Music Brain S. A. 2. Imagen libre de licencia: Pixabay.

BRUC SIGUIÓ A SU FAMILIA hasta un edificio antiguo de ladrillo en medio de ninguna parte. Delante del portalón de hierro había una multitud de adultos, de pie, mirando el gran letrero de neón de la fachada. Music Brain S. A. La nieve cubría el suelo y Bruc se dio cuenta de dos cosas: que los demás adultos también estaban hipnotizados, como su familia y que la suya era la única familia en pijama.
A Bruc se le cerró el culo, como dicen en algunas zonas del muchiverso. No entendía qué estaba pasando, pero sabía que aquella empresa tenía algo que ver, porque si algo caracterizaba a Bruc, era que pillaba las cosas al vuelo.

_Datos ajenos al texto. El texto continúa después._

# ----------------------------------------------------------------------------------------
# IEC 61000-3-2: mains, lighting and the 75 W exemption
# ----------------------------------------------------------------------------------------
def test_iec_61000_3_2_on_120v_mains_is_for_information(tmp_path):
    # IEC 61000-3-2's limits are written for 220-240 V line-to-neutral systems (clause 1,
    # from memory). The 40 W lighting driver fails Class C on 230 V (test_cli_unit); on
    # 120 V 60 Hz the same figures are shown for information, never pass or fail.
    path = write_design(tmp_path, "led-driver-40w",
                        mains={"voltage": "120 V", "frequency": "60 Hz"},
                        parts={"x_capacitor_voltage_rating": "250 V"})  # fmt: skip
    d = json_report(path, "--state", "full")
    rows = _rows(d, "iec61000-3-2")
    assert rows and all(r["verdict"] == "for information" for r in rows)
    assert all(r["scope"].startswith("out of scope: ") and "220-240 V" in r["scope"]
               for r in rows)  # fmt: skip
    h3 = next(r for r in rows if r["quantity"] == "i_h3_a")
    i1 = d["harmonics"][0]["i_rms_a"]
    # the figure is still the Class C one: 30·λ % of I1 (Table 2, from memory)
    assert h3["limit"] == pytest.approx(0.30 * d["pf"] * i1, rel=1e-6)


def test_lighting_with_no_class_named_is_class_c(tmp_path):
    # IEC 61000-3-2 clause 5: lighting equipment is Class C (from memory). With no class
    # named the Class C table applies, and this capacitor-input driver fails its 3rd
    # harmonic limit 30·λ % of I1 (Table 2, from memory).
    path = write_design(tmp_path, "led-driver-40w", equipment_class=None)
    d = json_report(path, "--state", "full")
    h3 = next(r for r in d["compliance"] if r["quantity"] == "i_h3_a")
    assert h3["set"] == "iec61000-3-2-class-c" and h3["scope"] == "in scope"
    assert h3["limit"] == pytest.approx(0.30 * d["pf"] * d["harmonics"][0]["i_rms_a"], rel=1e-6)
    assert h3["verdict"] == "fail"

La puerta se abrió con un chirrido horrible que se parecía al canto de una ballena que está harta de la vida y de que la gente llame vegetal a un bocadillo con atún. El aire se llenó de un aroma a galletas de jengibre, canela y caramelos que desentonaba un pelín con lo creepy que era la escena.
Los adultos empezaron a caminar de forma demasiado ordenada para no ser dueños de sus actos o, posiblemente, gracias a ello. Seguramente si más gente fuera por la vida como aquellos adultos estaban yendo, dejarían salir a la gente del vagón de metro antes de intentar entrar a presión o cederían el asiento en el autobús o se echarían a un lado en las escaleras mecánicas para que el resto de las personas pudieran adelantarla.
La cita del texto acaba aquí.